[Assignment] Give back a single figure: the number of lines in the entries below that contain "sigma".

[Stored items]
= = =

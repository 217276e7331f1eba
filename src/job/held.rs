//! A job on samples that a caller holds: no files.

use super::account::bands_of;
use super::planes::Planes;
use super::{Job, Progress, Ready};
use crate::error::{Error, Result};
use crate::raster::{
    Collected, Header, MemorySink, MissingCodes, Pieces, Raster, SampleType, Samples, Sink, Source, Window,
};
use crate::report::Ledger;
use crate::resample::{Extras, Noise, Ranges, Values};

/// What is wanted of a job in memory beside its samples.
#[derive(Clone, Debug, Default)]
pub struct Wants {
    /// The standard uncertainty of the outputs, from this noise of the samples.
    pub noise: Option<Noise>,
    /// The share of each output's weights that found samples.
    pub coverage: bool,
    /// The ledger.
    pub ledger: bool,
    /// Whether angles are told from minus half a period on, as in an input that has negative ones; `None`: the input is looked
    /// through for them (of a window: no).
    pub signed_angles: Option<bool>,
}

/// What a job in memory gives. Planes are band by band, of the output's size.
pub struct Made {
    /// The output.
    pub samples: Samples,
    /// What it is.
    pub header: Header,
    /// 1 where an output is missing, for integers that have no code; in floating point those are NaN.
    pub missing: Option<Samples>,
    /// The standard uncertainty, if wanted: f64 where the output is, else f32.
    pub sigma: Option<Samples>,
    /// The coverage, if wanted: f32.
    pub coverage: Option<Samples>,
    /// The ledger, if wanted.
    pub ledger: Option<Ledger>,
}

impl Job {
    /// Runs the job on samples in memory; its paths are names in the ledger and nothing more. Outputs in floating point
    /// have NaN for missing, integers the code that [`Job::rules`] name, or else a plane that tells.
    ///
    /// # Errors
    /// Whatever stands in the way.
    pub fn run_on<'a>(
        &'a self,
        source: Box<dyn Source + 'a>,
        wants: &Wants,
        progress: &dyn Progress,
    ) -> Result<Made> {
        self.in_pool(move || {
            let ready = self.ready_in_memory(source, wants)?;
            let header = ready.header.clone();
            let (sink, found) = MemorySink::new(header.clone());
            let wanted = (wants.noise.is_some(), wants.coverage, ready.tells_missing());
            let (mut planes, [sigma, coverage, missing]) = Planes::in_memory(&header, wanted);
            let mut sink: Box<dyn Sink> = Box::new(sink);
            let ledger = if wants.ledger {
                Some(ready.carry_out(Some((sink, planes)), None, &[], progress)?)
            } else {
                let (mut done, total) = (0, header.grid.pixels() as u64);
                let mut extras = ready.extras(wants);
                if wants.signed_angles.is_none() && matches!(self.rules.values, Values::Cyclic(_)) {
                    extras.signed_angles = has_negative(ready.source.as_ref(), &ready.codes)?;
                }
                ready.engine(extras).run(1, None, &mut |block| {
                    sink.write(&block.window, &block.samples)?;
                    planes.write(&block)?;
                    done += block.window.area() as u64;
                    progress.advance(done, total);
                    if progress.stopped() { Err(Error::Stopped) } else { Ok(()) }
                })?;
                planes.finish()?;
                sink.finish()?;
                None
            };
            let samples = |found: Option<Collected>| found.and_then(|f| f.take()).map(Raster::into_samples);
            Ok(Made {
                samples: samples(Some(found)).unwrap_or(Samples::zeros(header.sample_type, 0)),
                header,
                missing: samples(missing),
                sigma: samples(sigma),
                coverage: samples(coverage),
                ledger,
            })
        })
    }

    /// Resamples one window of the output; the samples are those of [`Job::run_on`].
    ///
    /// # Errors
    /// Whatever stands in the way.
    pub fn window_on<'a>(
        &'a self,
        source: Box<dyn Source + 'a>,
        wants: &Wants,
        window: &Window,
    ) -> Result<Made> {
        self.in_pool(move || {
            let ready = self.ready_in_memory(source, wants)?;
            let mut header = ready.header.clone();
            check_inside(&header, window)?;
            let origin = (window.rows.start as f64, window.columns.start as f64);
            header.grid = header.grid.stepped(window.rows.len(), window.columns.len(), (1.0, 1.0), origin);
            let engine = ready.engine(ready.extras(wants));
            let block = engine.runner().window(&window.rows, &window.columns)?;
            let narrow = header.sample_type != SampleType::F64;
            Ok(Made {
                samples: block.samples,
                header,
                missing: block.missing.map(|m| Samples::U8(m.into_iter().map(u8::from).collect())),
                sigma: block.sigma.map(|s| {
                    if narrow { Samples::F32(s.iter().map(|v| *v as f32).collect()) } else { Samples::F64(s) }
                }),
                coverage: block.coverage.map(Samples::F32),
                ledger: None,
            })
        })
    }

    /// The rows and the columns of an input of that header which a window of the output needs, every combination of them;
    /// `None` if it sees nothing. What its ledger compares, and the noise of its samples, lie within as well.
    ///
    /// # Errors
    /// When the job cannot be done.
    pub fn needs(&self, from: &Header, window: &Window) -> Result<Option<(Ranges, Ranges)>> {
        let ready = self.ready_on(Box::new(Pieces::new(from.clone(), Vec::new())?), None)?;
        check_inside(&ready.header, window)?;
        Ok(ready.engine(Extras::default()).needs(&window.rows, &window.columns))
    }

    /// What the output of an input of that header is.
    ///
    /// # Errors
    /// When the job cannot be done.
    pub fn output_of(&self, from: &Header) -> Result<Header> {
        Ok(self.ready_in_memory(Box::new(Pieces::new(from.clone(), Vec::new())?), &Wants::default())?.header)
    }

    fn ready_in_memory<'a>(&'a self, source: Box<dyn Source + 'a>, wants: &Wants) -> Result<Ready<'a>> {
        let mut ready = self.ready_on(source, wants.noise.clone())?;
        if ready.header.sample_type.integer_range().is_none() {
            (ready.fill, ready.header.missing) = (None, None);
        }
        Ok(ready)
    }
}

impl Ready<'_> {
    /// Whether a plane has to tell what is missing.
    fn tells_missing(&self) -> bool {
        self.header.sample_type.integer_range().is_some() && self.fill.is_none()
    }

    fn extras(&self, wants: &Wants) -> Extras {
        Extras {
            signed_angles: wants.signed_angles.unwrap_or(false),
            coverage: wants.coverage,
            missing: self.tells_missing(),
            noise: wants.noise.clone(),
        }
    }
}

fn check_inside(header: &Header, window: &Window) -> Result<()> {
    let inside = |r: &std::ops::Range<usize>, n: usize| r.start < r.end && r.end <= n;
    if inside(&window.rows, header.grid.rows) && inside(&window.columns, header.grid.columns) {
        return Ok(());
    }
    Err(Error::usage(
        format!(
            "rows {:?}, columns {:?} are no window of {} x {} pixels",
            window.rows, window.columns, header.grid.rows, header.grid.columns
        ),
        "",
    ))
}

/// Whether some sample that is there is below 0.
fn has_negative(source: &dyn Source, codes: &MissingCodes) -> Result<bool> {
    let header = source.header();
    let window = Window::whole(&header.grid);
    let all = source.read(0..header.bands, &window)?;
    Ok(bands_of(&all, &window, header.bands, codes).any(|band| band.iter().any(|v| *v < 0.0)))
}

= = =

[Answer for this exercise] 4